| Task instructions |
Return every entry from the listing below unaltered.

START Records for processing

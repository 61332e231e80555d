"""A trace file → times and voltages on an even grid, or a refusal by name."""

from __future__ import annotations

from collections.abc import Callable
from pathlib import Path

import numpy as np

from reconcile.campaign.quantity import shown
from reconcile.campaign.refusal import Note, Place, Refusal
from reconcile.read.trace_arrays import read_h5, read_npz, read_wav
from reconcile.read.trace_text import read_text_trace
from reconcile.read.trace_types import Array, Columns, Trace, TraceSettings, damaged

__all__ = ["Trace", "TraceSettings", "read_trace"]

LEAST_SAMPLES = 64  # fewer hold no pulse between a baseline and a decay
_ROUNDING = 0.45  # of a sample interval: what times written with few digits may be off the even grid

_READERS: dict[str, Callable[[Path, str, TraceSettings], Columns]] = {
    ".csv": read_text_trace,
    ".txt": read_text_trace,
    ".wav": read_wav,
    ".npz": read_npz,
    ".h5": read_h5,
    ".hdf5": read_h5,
}


def read_trace(path: Path, name: str, settings: TraceSettings) -> Trace:
    """Read one waveform.

    Parameters
    ----------
    path : .csv, .wav, .npz or .h5
    name : its address in messages, with forward slashes
    settings : what the manifest states of it

    Returns
    -------
    The trace in SI; times are put on the even grid that they show within the rounding of their digits.

    Raises
    ------
    Refusal
        The file is missing, damaged, empty or of another type, lacks a column, or its samples are not all there.
    """
    reader = _READERS.get(path.suffix.lower())
    if reader is None:
        raise Refusal(
            Place(name),
            found=f"a file that ends in '{path.suffix}'",
            expected="a trace as .csv, .wav, .npz or .h5",
            remedy="Export it as one of these, or correct the pattern in the manifest.",
        )
    if reader is not read_wav and not settings.columns.get("voltage"):
        raise Refusal(
            Place(name),
            found="no voltage column named",
            expected="the header or array that holds the voltage",
            remedy='Add columns = { voltage = "…" } to this table of the manifest.',
        )
    try:
        columns = reader(path, name, settings)
    except OSError as error:
        raise Refusal(
            Place(name),
            found=f"a file that cannot be opened ({error.strerror or error})",
            expected="a readable file",
            remedy="Check it.",
        ) from None
    return _on_a_grid(columns, name, settings)


def _on_a_grid(columns: Columns, name: str, settings: TraceSettings) -> Trace:
    n = columns.voltage.size
    if n < LEAST_SAMPLES:
        raise damaged(name, f"{n} samples", f"a trace of at least {LEAST_SAMPLES}")
    _finite(columns.voltage, "voltage", name, columns.first_row)
    notes = list(columns.notes)
    time: Array
    if columns.time is not None:
        if columns.time.size != n:
            raise damaged(name, f"{columns.time.size} times and {n} voltages", "as many of both")
        _finite(columns.time, "time", name, columns.first_row)
        time, interval = _even(columns.time, name, columns.first_row)
        if settings.sample_interval is not None and abs(interval / settings.sample_interval - 1) > 1e-3:
            notes.append(Note(name, f"the times are {shown(interval, None, 's')} apart, not as sample_interval states"))
    else:
        stated = settings.sample_interval if settings.sample_interval is not None else columns.interval
        if stated is None or not stated > 0:
            raise Refusal(
                Place(name),
                found="no times",
                expected="a time column or the time between samples",
                remedy='Add columns = { time = "…" } or sample_interval = "2 ns" (yours) to this table of the manifest.',
            )
        time = settings.start + stated * np.arange(n, dtype=np.float64)
    return Trace(time, columns.voltage, settings.full_scale, tuple(notes))


def _at(name: str, index: int, first_row: int | None) -> Place:
    """Return the place of a sample: its line where a file has lines (blank ones among the samples are not counted)."""
    return Place(name) if first_row is None else Place(name, line=first_row + index)


def _finite(values: Array, what: str, name: str, first_row: int | None) -> None:
    bad = ~np.isfinite(values)
    if bad.any():
        first = int(np.argmax(bad))
        raise Refusal(
            _at(name, first, first_row),
            found=f"{int(bad.sum())} of {values.size} samples without a {what}, the first at sample {first + 1}",
            expected=f"a {what} in every sample",
            remedy="Export the trace again; a gap cannot be filled.",
        )


def _even(time: Array, name: str, first_row: int | None) -> tuple[Array, float]:
    """Return the even grid [s] that times follow, and its step [s]."""
    steps = np.diff(time)
    if not (steps > 0).all():
        first = int(np.argmax(steps <= 0))
        how = "repeat" if steps[first] == 0 else "go back"
        raise Refusal(
            _at(name, first + 1, first_row),
            found=f"times that {how} at sample {first + 2}",
            expected="times that rise from sample to sample",
            remedy="Export with more digits of time, or leave the time column out and state sample_interval and start.",
        )
    usual = float(np.median(steps))
    gaps = np.flatnonzero(steps > 1.6 * usual)
    index = np.arange(time.size)
    if gaps.size:
        lost = int(np.rint(steps[gaps] / usual - 1).sum())
        if 0 < lost < 0.2 * time.size or gaps.size == 1:
            raise Refusal(
                _at(name, int(gaps[0]) + 1, first_row),
                found=f"about {lost} dropped samples, the first after sample {int(gaps[0]) + 1}",
                expected="every sample of the record",
                remedy="Export the trace again; a gap cannot be filled.",
            )
    step, start = (float(one) for one in np.polyfit(index, time - time[0], 1))
    if not gaps.size and np.abs(time - time[0] - start - step * index).max() <= _ROUNDING * step:
        return time[0] + start + step * index, step
    raise Refusal(
        Place(name),
        found=f"times that are not evenly spaced ({shown(float(steps.min()), None, 's')} to {shown(float(steps.max()), None, 's')} apart)",
        expected="samples at one rate",
        remedy="Export the record at one sampling rate.",
    )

END Records for processing

| Result |
repository 61332e231e80555d
"""A trace file → times and voltages on an even grid, or a refusal by name."""

from __future__ import annotations

from collections.abc import Callable
from pathlib import Path

import numpy as np

from reconcile.campaign.quantity import shown
from reconcile.campaign.refusal import Note, Place, Refusal
from reconcile.read.trace_arrays import read_h5, read_npz, read_wav
from reconcile.read.trace_text import read_text_trace
from reconcile.read.trace_types import Array, Columns, Trace, TraceSettings, damaged

__all__ = ["Trace", "TraceSettings", "read_trace"]

LEAST_SAMPLES = 64  # fewer hold no pulse between a baseline and a decay
_ROUNDING = 0.45  # of a sample interval: what times written with few digits may be off the even grid

_READERS: dict[str, Callable[[Path, str, TraceSettings], Columns]] = {
    ".csv": read_text_trace,
    ".txt": read_text_trace,
    ".wav": read_wav,
    ".npz": read_npz,
    ".h5": read_h5,
    ".hdf5": read_h5,
}


def read_trace(path: Path, name: str, settings: TraceSettings) -> Trace:
    """Read one waveform.

    Parameters
    ----------
    path : .csv, .wav, .npz or .h5
    name : its address in messages, with forward slashes
    settings : what the manifest states of it

    Returns
    -------
    The trace in SI; times are put on the even grid that they show within the rounding of their digits.

    Raises
    ------
    Refusal
        The file is missing, damaged, empty or of another type, lacks a column, or its samples are not all there.
    """
    reader = _READERS.get(path.suffix.lower())
    if reader is None:
        raise Refusal(
            Place(name),
            found=f"a file that ends in '{path.suffix}'",
            expected="a trace as .csv, .wav, .npz or .h5",
            remedy="Export it as one of these, or correct the pattern in the manifest.",
        )
    if reader is not read_wav and not settings.columns.get("voltage"):
        raise Refusal(
            Place(name),
            found="no voltage column named",
            expected="the header or array that holds the voltage",
            remedy='Add columns = { voltage = "…" } to this table of the manifest.',
        )
    try:
        columns = reader(path, name, settings)
    except OSError as error:
        raise Refusal(
            Place(name),
            found=f"a file that cannot be opened ({error.strerror or error})",
            expected="a readable file",
            remedy="Check it.",
        ) from None
    return _on_a_grid(columns, name, settings)


def _on_a_grid(columns: Columns, name: str, settings: TraceSettings) -> Trace:
    n = columns.voltage.size
    if n < LEAST_SAMPLES:
        raise damaged(name, f"{n} samples", f"a trace of at least {LEAST_SAMPLES}")
    _finite(columns.voltage, "voltage", name, columns.first_row)
    notes = list(columns.notes)
    time: Array
    if columns.time is not None:
        if columns.time.size != n:
            raise damaged(name, f"{columns.time.size} times and {n} voltages", "as many of both")
        _finite(columns.time, "time", name, columns.first_row)
        time, interval = _even(columns.time, name, columns.first_row)
        if settings.sample_interval is not None and abs(interval / settings.sample_interval - 1) > 1e-3:
            notes.append(Note(name, f"the times are {shown(interval, None, 's')} apart, not as sample_interval states"))
    else:
        stated = settings.sample_interval if settings.sample_interval is not None else columns.interval
        if stated is None or not stated > 0:
            raise Refusal(
                Place(name),
                found="no times",
                expected="a time column or the time between samples",
                remedy='Add columns = { time = "…" } or sample_interval = "2 ns" (yours) to this table of the manifest.',
            )
        time = settings.start + stated * np.arange(n, dtype=np.float64)
    return Trace(time, columns.voltage, settings.full_scale, tuple(notes))


def _at(name: str, index: int, first_row: int | None) -> Place:
    """Return the place of a sample: its line where a file has lines (blank ones among the samples are not counted)."""
    return Place(name) if first_row is None else Place(name, line=first_row + index)


def _finite(values: Array, what: str, name: str, first_row: int | None) -> None:
    bad = ~np.isfinite(values)
    if bad.any():
        first = int(np.argmax(bad))
        raise Refusal(
            _at(name, first, first_row),
            found=f"{int(bad.sum())} of {values.size} samples without a {what}, the first at sample {first + 1}",
            expected=f"a {what} in every sample",
            remedy="Export the trace again; a gap cannot be filled.",
        )


def _even(time: Array, name: str, first_row: int | None) -> tuple[Array, float]:
    """Return the even grid [s] that times follow, and its step [s]."""
    steps = np.diff(time)
    if not (steps > 0).all():
        first = int(np.argmax(steps <= 0))
        how = "repeat" if steps[first] == 0 else "go back"
        raise Refusal(
            _at(name, first + 1, first_row),
            found=f"times that {how} at sample {first + 2}",
            expected="times that rise from sample to sample",
            remedy="Export with more digits of time, or leave the time column out and state sample_interval and start.",
        )
    usual = float(np.median(steps))
    gaps = np.flatnonzero(steps > 1.6 * usual)
    index = np.arange(time.size)
    if gaps.size:
        lost = int(np.rint(steps[gaps] / usual - 1).sum())
        if 0 < lost < 0.2 * time.size or gaps.size == 1:
            raise Refusal(
                _at(name, int(gaps[0]) + 1, first_row),
                found=f"about {lost} dropped samples, the first after sample {int(gaps[0]) + 1}",
                expected="every sample of the record",
                remedy="Export the trace again; a gap cannot be filled.",
            )
    step, start = (float(one) for one in np.polyfit(index, time - time[0], 1))
    if not gaps.size and np.abs(time - time[0] - start - step * index).max() <= _ROUNDING * step:
        return time[0] + start + step * index, step
    raise Refusal(
        Place(name),
        found=f"times that are not evenly spaced ({shown(float(steps.min()), None, 's')} to {shown(float(steps.max()), None, 's')} apart)",
        expected="samples at one rate",
        remedy="Export the record at one sampling rate.",
    )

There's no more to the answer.